Integral path independence[]

The exact differential for a differentiable function $Q$ is equal to $dQ=\nabla Q\cdot d\mathbf {r}$ , that is the scalar product between the conservative vector field $(A,B,C)=\nabla Q$ (where the right hand side is the gradient of $Q$ ) for the corresponding potential $Q$ and the general differential displacement vector $(dx,dy,dz)=d\mathbf {r}$ .

The gradient theorem states

\int _{i}^{f}dQ=\int _{i}^{f}\nabla Q(\mathbf {r} )\cdot d\mathbf {r} =Q\left(f\right)-Q\left(i\right)

that does not depend on which integral path between the given path endpoints $i$ and $f$ is chosen. So it is concluded that the integral of an exact differential is independent of the choice of an integral path between given path endpoints (path independence).

For three dimensional spaces, this integral path independence can also be proved by using the vector calculus identity $\nabla \times (\nabla Q)=\mathbf {0}$ and the Stokes' theorem.

\oint _{\partial \Sigma }\nabla Q\cdot d\mathbf {r} =\iint _{\Sigma }(\nabla \times \nabla Q)\cdot d\mathbf {a} =0

for a closed loop $\partial \Sigma$ with the smooth oriented surface $\Sigma$ in it.

Thermodynamic state function[]

In thermodynamics, when $dQ$ is exact, the function $Q$ is a state function (a mathematical function depending only on the current equilibrium state, not depending on the system path taken to reach the equilibrium state) of the system. Internal energy $U$ , Entropy $S$ , Enthalpy $H$ , Helmholtz free energy $A$ , and Gibbs free energy $G$ are state functions. Generally, neither work $W$ nor heat $Q$ (A common character representing heat, don't confuse this as an exact differential even if the same character $Q$ is used to represent exact differentials.) is a state function.

One dimension[]

In one dimension, a differential form

A(x)\,dx

is exact if and only if $A$ has an antiderivative (but not necessarily one in terms of elementary functions). If $A$ has an antiderivative and let $Q$ be an antiderivative of $A$ so ${\frac {dQ}{dx}}=A$ , then $A(x)\,dx$ obviously satisfies the condition for exactness. If $A$ does not have an antiderivative, then we cannot write $dQ={\frac {dQ}{dx}}dx$ with $A={\frac {dQ}{dx}}$ for a differentiable function $Q$ so $A(x)\,dx$ is inexact.

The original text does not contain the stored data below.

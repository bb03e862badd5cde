"""Formulas whose metal symbol starts like the abstract 'M' notation."""

from enumerator.workflow.pipeline import analyse


def test_molybdenum_and_manganese_are_real_formulas():
    # [Mo(CO)6] is octahedral Oh with one IR-active CO stretch, T1u
    # (Cotton, Chemical Applications of Group Theory, 3rd ed., sec. 10.7)
    r = analyse("[Mo(CO)6]")
    assert r.composition.metal == "Mo" and r.geometry.symbol == "OC-6"
    assert [i.point_group for i in r.isomers] == ["Oh"]
    # cis/trans-Mo(CO)4L2: two isomers (common practice)
    assert analyse("Mo(CO)4(PPh3)2").isomer_set.geometric_isomers == 2


def test_abstract_notation_still_wins_for_letters():
    r = analyse("Mnab")  # M + n + a + b: not a catalogue formula (common practice)
    assert r.composition.metal == "M" and r.geometry.coordination_number == 3


def test_real_formula_error_wins_for_manganese_heads():
    # a formula starting Mn/Mo/Mg that neither reading accepts gets the
    # condensed parser's error, with its suggestions, not the letter notation's
    # (common practice: report the likely intent)
    import pytest

    from enumerator.errors import InputError

    with pytest.raises(InputError) as err:
        analyse("Mn(CO)5(Xq)")
    assert "unknown ligand 'Xq'" in err.value.line() and "did you mean" in err.value.line()
    # a superheavy-element head (Md) keeps the letter-notation error
    with pytest.raises(InputError) as err:
        analyse("Mdab(")
    assert "never closed" in err.value.line()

Two and three dimensions[]

By symmetry of second derivatives, for any "well-behaved" (non-pathological) function $Q$ , we have

{\frac {\partial ^{2}Q}{\partial x\,\partial y}}={\frac {\partial ^{2}Q}{\partial y\,\partial x}}.

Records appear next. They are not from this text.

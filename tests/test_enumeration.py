"""Isomer counts against counts made outside the enumerator.

1. Burnside's lemma (W. Burnside, Theory of Groups of Finite Order, 1897;
   in the form of Pólya's theorem, Acta Math. 68 (1937) 145) implemented
   from scratch in tests/support/oracles.py, without calling the enumerator:
   for every composition of monodentate ligands on every geometry up to CN 8,
   and selected CN-12 ones.  Chelate compositions are counted by Burnside
   over decorations listed by brute force.
2. The classic counts as textbooks give them.
"""

from __future__ import annotations

import itertools
import re

import pytest
from support.oracles import (  # tests/ is on sys.path under pytest
    burnside_count,
    letters_formula,
    orbits_by_burnside,
    partitions,
)

from enumerator.errors import InputError
from enumerator.isomers.counting import burnside_counts
from enumerator.isomers.enumeration import enumerate_isomers, generate
from enumerator.parse.abstract import parse_abstract

SMALL = [
    "TP-3",
    "TS-3",
    "T-4",
    "SP-4",
    "SS-4",
    "TBPY-5",
    "SPY-5",
    "OC-6",
    "TPR-6",
    "HP-6",
    "PBPY-7",
    "OCF-7",
    "TPRS-7",
    "CU-8",
    "SAPR-8",
    "HBPY-8",
    "DD-8",
]


@pytest.mark.parametrize("symbol", SMALL)
def test_every_monodentate_composition_matches_burnside(rules, symbol):
    g = rules.geometry(symbol)
    n = g.coordination_number
    for parts in partitions(n):
        if symbol in ("CU-8", "SAPR-8", "HBPY-8", "DD-8") and len(parts) == 8:
            continue  # all-different CN 8 is covered below with the cycle index only
        comp = parse_abstract(letters_formula(parts))
        s = enumerate_isomers(comp, g)
        geo = burnside_count(g.operations, parts)
        stereo = burnside_count(g.proper_operations, parts)
        assert (s.geometric_isomers, s.stereoisomers) == (geo, stereo), letters_formula(parts)


@pytest.mark.parametrize("symbol", ["CU-8", "SAPR-8", "HBPY-8", "DD-8"])
def test_all_different_cn8(rules, symbol):
    g = rules.geometry(symbol)
    parts = (1,) * 8
    comp = parse_abstract(letters_formula(parts))
    stereo = sum(1 for _ in generate(comp, g))
    assert stereo == burnside_count(g.proper_operations, parts)


@pytest.mark.parametrize("formula", ["Ma10b2", "Ma9b3", "Ma6b6", "Ma4b4c4", "Ma3b3c3d3", "Ma8b2c2", "Ma6b3c3"])
def test_icosahedral_compositions(rules, formula):
    g = rules.geometry("IC-12")
    comp = parse_abstract(formula)
    counts = tuple(n for _, n in comp.parts)
    s = enumerate_isomers(comp, g)
    assert s.geometric_isomers == burnside_count(g.operations, counts)
    assert s.stereoisomers == burnside_count(g.proper_operations, counts)


def test_library_burnside_agrees(rules):
    # the library's up-front count (used before long runs) against this file's
    g = rules.geometry("IC-12")
    for parts in [(3, 3, 3, 3), (6, 6), (1,) * 12]:
        comp = parse_abstract(letters_formula(parts))
        assert burnside_counts(comp, g) == (
            burnside_count(g.operations, parts),
            burnside_count(g.proper_operations, parts),
        )


# --- chelates: Burnside over decorations listed by brute force ------------------


CHELATE_CASES = [
    # formula, geometry, kinds as (donors, count, span, ring, arrangements), options
    ("M(AA)3", "OC-6", [("AA", 3, "edge", False, ())], {}),
    ("M(AA)2b2", "OC-6", [("AA", 2, "edge", False, ()), ("b", 2, "edge", False, ())], {}),
    ("M(AB)3", "OC-6", [("AB", 3, "edge", False, ())], {}),
    ("M(AB)2b2", "OC-6", [("AB", 2, "edge", False, ()), ("b", 2, "edge", False, ())], {}),
    ("M(AB)2bc", "OC-6", [("AB", 2, "edge", False, ()), ("b", 1, "edge", False, ()), ("c", 1, "edge", False, ())], {}),
    ("M(AA)b2c2", "OC-6", [("AA", 1, "edge", False, ()), ("b", 2, "edge", False, ()), ("c", 2, "edge", False, ())], {}),
    ("M(AAA)b3", "OC-6", [("AAA", 1, "edge", False, ()), ("b", 3, "edge", False, ())], {}),
    (
        "M(ABA)bcd",
        "OC-6",
        [
            ("ABA", 1, "edge", False, ()),
            ("b", 1, "edge", False, ()),
            ("c", 1, "edge", False, ()),
            ("d", 1, "edge", False, ()),
        ],
        {},
    ),
    ("M(ABC)2", "OC-6", [("ABC", 2, "edge", False, ())], {}),
    ("M(AAA)2", "OC-6", [("AAA", 2, "edge", False, ("fac",))], {"arrangements": [("AAA", "fac")]}),
    (
        "M(ring)a2b",
        "T-4",
        [("R", 1, "edge", True, ()), ("a", 2, "edge", False, ()), ("b", 1, "edge", False, ())],
        {},
    ),
    ("M(AA)b4", "OC-6", [("AA", 1, "trans", False, ()), ("b", 4, "edge", False, ())], {"spans": [("AA", "trans")]}),
    (
        "M(AA)b2c",
        "TBPY-5",
        [("AA", 1, "edge", False, ()), ("b", 2, "edge", False, ()), ("c", 1, "edge", False, ())],
        {},
    ),
    ("M(AB)b2c", "SPY-5", [("AB", 1, "edge", False, ()), ("b", 2, "edge", False, ()), ("c", 1, "edge", False, ())], {}),
    ("M(AB)2", "SP-4", [("AB", 2, "edge", False, ())], {}),
    ("M(AB)ab", "T-4", [("AB", 1, "edge", False, ()), ("a", 1, "edge", False, ()), ("b", 1, "edge", False, ())], {}),
    ("M(AA)3", "TPR-6", [("AA", 3, "edge", False, ())], {}),
    (
        "M(AB)a3b2",
        "PBPY-7",
        [("AB", 1, "edge", False, ()), ("a", 3, "edge", False, ()), ("b", 2, "edge", False, ())],
        {},
    ),
    ("M(AA)4", "SAPR-8", [("AA", 4, "edge", False, ())], {}),
    (
        "M(AB)2a2b2",
        "CU-8",
        [("AB", 2, "edge", False, ()), ("a", 2, "edge", False, ()), ("b", 2, "edge", False, ())],
        {},
    ),
]


@pytest.mark.parametrize("formula,symbol,kinds,opts", CHELATE_CASES, ids=[f"{c[0]}@{c[1]}" for c in CHELATE_CASES])
def test_chelate_counts_match_burnside(rules, formula, symbol, kinds, opts):
    from enumerator.workflow.pipeline import apply_settings

    g = rules.geometry(symbol)
    comp = apply_settings(parse_abstract(formula), opts.get("spans", ()), opts.get("arrangements", ()))
    s = enumerate_isomers(comp, g)
    assert s.geometric_isomers == orbits_by_burnside(g, kinds, g.operations)
    assert s.stereoisomers == orbits_by_burnside(g, kinds, g.proper_operations)


# --- tripods and eta-rings on every geometry: Burnside over brute-force decorations ---

#: (formula, geometry): a tripod takes the three sites of a triangular face (faces from scipy's convex hull in
#: the oracle), an eta-ring one site of the largest site stabiliser.
TOPOLOGY_CASES = [
    ("M(ring)a", "L-2"),
    ("M(ring)2", "L-2"),
    ("M(ring)a2", "TPY-3"),
    ("M(ring)ab", "TPY-3"),
    ("M{AAA}", "TPY-3"),
    ("M(ring)ab", "TP-3"),
    ("M(ring)ab", "TS-3"),
    ("M(ring)a3", "T-4"),
    ("M(ring)abc", "T-4"),
    ("M(ring)2ab", "T-4"),
    ("M{AAA}b", "T-4"),
    ("M{ABC}d", "T-4"),
    ("M(ring)a2b", "SP-4"),
    ("M(ring)2ab", "SS-4"),
    ("M(ring)a4", "SPY-5"),
    ("M(ring)a2bc", "SPY-5"),
    ("M(ring)(AA)bc", "SPY-5"),
    ("M{AAA}bc", "SPY-5"),
    ("M(ring)a2b2", "TBPY-5"),
    ("M(ring)2abc", "TBPY-5"),
    ("M{AAA}b2", "TBPY-5"),
    ("M{ABB}cd", "TBPY-5"),
    ("M{AAA}b3", "OC-6"),
    ("M{ABB}c3", "OC-6"),
    ("M{ABC}d3", "OC-6"),
    ("M{AAA}bcd", "OC-6"),
    ("M{AAA}2", "OC-6"),
    ("M{ABB}2", "OC-6"),
    ("M{AAA}(AA)b", "OC-6"),
    ("M(ring){AAA}ab", "OC-6"),
    ("M(ring)2a2b2", "OC-6"),
    ("M{AAA}b3", "TPR-6"),
    ("M(ring)a2b3", "HP-6"),
    ("M{AAA}b2c2", "PBPY-7"),
    ("M(ring)a2b2c2", "PBPY-7"),
    ("M{AAA}bcde", "OCF-7"),
    ("M(ring)abcdef", "TPRS-7"),
    ("M(ring)a3b2c2", "CU-8"),
    ("M{AAA}b3c2", "SAPR-8"),
    ("M(ring)2a3b3", "SAPR-8"),
    ("M{ABB}c3d2", "DD-8"),
    ("M{AAA}(ring)a2b2", "HBPY-8"),
    # no triangular face: the tripod cannot be placed
    ("M{AAA}b", "SP-4"),
    ("M{AAA}b3", "HP-6"),
    ("M{AAA}b5", "CU-8"),
]
_TOKEN = re.compile(r"\{([A-Z]{3})\}(\d*)|\((ring)\)(\d*)|\(([A-Z]+)\)(\d*)|([a-z])(\d*)")


def _kinds(formula: str) -> list[tuple[str, int, str, bool | str, tuple[str, ...]]]:
    """The oracle's kind specs of a letter formula, read by a regular expression here (not by the library)."""
    out = []
    for tripod, nt, ring, nr, chain, nc, mono, nm in _TOKEN.findall(formula[1:]):
        if tripod:
            out.append((tripod, int(nt or 1), "edge", "tripod", ()))
        elif ring:
            out.append(("R", int(nr or 1), "edge", True, ()))
        elif chain:
            out.append((chain, int(nc or 1), "edge", False, ()))
        else:
            out.append((mono, int(nm or 1), "edge", False, ()))
    return out


@pytest.mark.parametrize("formula,symbol", TOPOLOGY_CASES, ids=[f"{f}@{g}" for f, g in TOPOLOGY_CASES])
def test_tripod_and_ring_counts_match_burnside(rules, formula, symbol):
    g = rules.geometry(symbol)
    kinds = _kinds(formula)
    geo = orbits_by_burnside(g, kinds, g.operations)
    stereo = orbits_by_burnside(g, kinds, g.proper_operations)
    comp = parse_abstract(formula)
    if geo == 0:  # no brute-force decoration: the enumerator refuses, the up-front count is (0, 0)
        with pytest.raises(InputError):
            enumerate_isomers(comp, g)
        assert burnside_counts(comp, g) == (0, 0)
        return
    s = enumerate_isomers(comp, g)
    assert (s.geometric_isomers, s.stereoisomers) == (geo, stereo)
    assert burnside_counts(comp, g) == (geo, stereo)


def test_oracle_faces_are_those_of_the_textbook_polyhedra(rules):
    # an octahedron has 8 triangular faces, a tetrahedron 4, a trigonal bipyramid 6, a trigonal prism 2
    # triangular and 3 square faces, a cube none (common practice)
    from support.oracles import hull_faces

    counts = {sym: len(hull_faces(rules.geometry(sym))) for sym in ("OC-6", "T-4", "TBPY-5", "TPR-6", "CU-8", "SP-4")}
    assert counts == {"OC-6": 8, "T-4": 4, "TBPY-5": 6, "TPR-6": 2, "CU-8": 0, "SP-4": 0}


# --- the classic counts ---------------------------------------------------------

CLASSIC = [
    # formula, geometry, geometric isomers, stereoisomers, source
    (
        "Ma4b2",
        "OC-6",
        2,
        2,
        "cis/trans; Miessler, Fischer & Tarr, Inorganic Chemistry, 5th ed., sec. 9.3 (from memory)",
    ),
    ("Ma3b3", "OC-6", 2, 2, "fac/mer; Miessler, Fischer & Tarr, sec. 9.3 (from memory)"),
    ("Ma2b2c2", "OC-6", 5, 6, "Miessler, Fischer & Tarr, sec. 9.3, isomer table (from memory)"),
    ("Mabcdef", "OC-6", 15, 30, "Miessler, Fischer & Tarr, sec. 9.3, isomer table (from memory)"),
    ("M(AA)3", "OC-6", 1, 2, "Delta/Lambda tris-chelates; Miessler, Fischer & Tarr, sec. 9.3 (from memory)"),
    ("M(AA)2b2", "OC-6", 2, 3, "trans plus the cis enantiomers, as in [Co(en)2Cl2]+ (Werner 1911; from memory)"),
    ("Ma2b2", "SP-4", 2, 2, "cis/trans-platin type (common practice)"),
    ("Ma2b2", "T-4", 1, 1, "tetrahedral Ma2b2 has no isomers (common practice)"),
    ("Mabcd", "T-4", 1, 2, "a stereogenic tetrahedral centre (common practice)"),
    ("Ma3b2", "TBPY-5", 3, 3, "b axial-axial, axial-equatorial, equatorial-equatorial (common practice)"),
]


@pytest.mark.parametrize("formula,symbol,geo,stereo,source", CLASSIC)
def test_classic_counts(rules, formula, symbol, geo, stereo, source):
    s = enumerate_isomers(parse_abstract(formula), rules.geometry(symbol))
    assert (s.geometric_isomers, s.stereoisomers) == (geo, stereo), source


def test_werner_ma4b2_polyhedra(rules):
    # Werner's argument: octahedral, trigonal-prismatic and hexagonal-planar
    # Ma4b2 would give 2, 3 and 3 isomers (Greenwood & Earnshaw, Chemistry of
    # the Elements, 2nd ed., ch. 19; from memory)
    counts = {
        sym: enumerate_isomers(parse_abstract("Ma4b2"), rules.geometry(sym)).geometric_isomers
        for sym in ("OC-6", "TPR-6", "HP-6")
    }
    assert counts == {"OC-6": 2, "TPR-6": 3, "HP-6": 3}


def test_dicarba_dodecaborane_isomers(rules):
    # closo-C2B10H12 exists as 1,2- (ortho), 1,7- (meta) and 1,12- (para) isomers
    # (Greenwood & Earnshaw, Chemistry of the Elements, 2nd ed., ch. 6; from memory)
    s = enumerate_isomers(parse_abstract("Ma10b2"), rules.geometry("IC-12"))
    assert s.geometric_isomers == 3 and s.stereoisomers == 3
    # para is D5d, ortho and meta C2v (Greenwood & Earnshaw; from memory)
    assert sorted(i.point_group for i in s.isomers) == ["C2v", "C2v", "D5d"]


def test_ids_are_stable_and_enantiomers_paired(rules):
    g = rules.geometry("OC-6")
    comp = parse_abstract("M(AB)2b2")
    a = [(i.id, i.point_group, i.sites) for i in generate(comp, g)]
    b = [(i.id, i.point_group, i.sites) for i in generate(comp, g)]
    assert a == b
    s = enumerate_isomers(comp, g)
    for iso in s.isomers:
        if iso.chiral:
            other = s.get(iso.enantiomer)
            assert other.enantiomer == iso.id and other.point_group == iso.point_group
            assert other.number == iso.number
        else:
            assert iso.enantiomer is None


def test_limit_streams(rules):
    g = rules.geometry("IC-12")
    comp = parse_abstract("Mabcdefghijkl")  # 7,983,360 stereoisomers: must stream
    first = list(itertools.islice(generate(comp, g), 5))
    assert len(first) == 5 and all(i.point_group == "C1" for i in first)
    s = enumerate_isomers(comp, g, limit=3)
    assert not s.complete and len(s.isomers) == 3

Hence, in a simply-connected region R of the xy-plane, a differential form

A(x,y)\,dx+B(x,y)\,dy

is an exact differential if and only if the equation

\left({\frac {\partial A}{\partial y}}\right)_{x}=\left({\frac {\partial B}{\partial x}}\right)_{y}

holds. If it is an exact differential so $A={\frac {\partial Q}{\partial x}}$ and $B={\frac {\partial Q}{\partial y}}$ , then $Q$ is a differentiable (smoothly continuous) function along $x$ and $y$ , so $\left({\frac {\partial A}{\partial y}}\right)_{x}={\frac {\partial ^{2}Q}{\partial y\partial x}}={\frac {\partial ^{2}Q}{\partial x\partial y}}=\left({\frac {\partial B}{\partial x}}\right)_{y}$ . If $\left({\frac {\partial A}{\partial y}}\right)_{x}=\left({\frac {\partial B}{\partial x}}\right)_{y}$ holds, then $A$ and $B$ are differentiable (again, smoothly continuous) functions along $y$ and $x$ respectively, and $\left({\frac {\partial A}{\partial y}}\right)_{x}={\frac {\partial ^{2}Q}{\partial y\partial x}}={\frac {\partial ^{2}Q}{\partial x\partial y}}=\left({\frac {\partial B}{\partial x}}\right)_{y}$ is only the case.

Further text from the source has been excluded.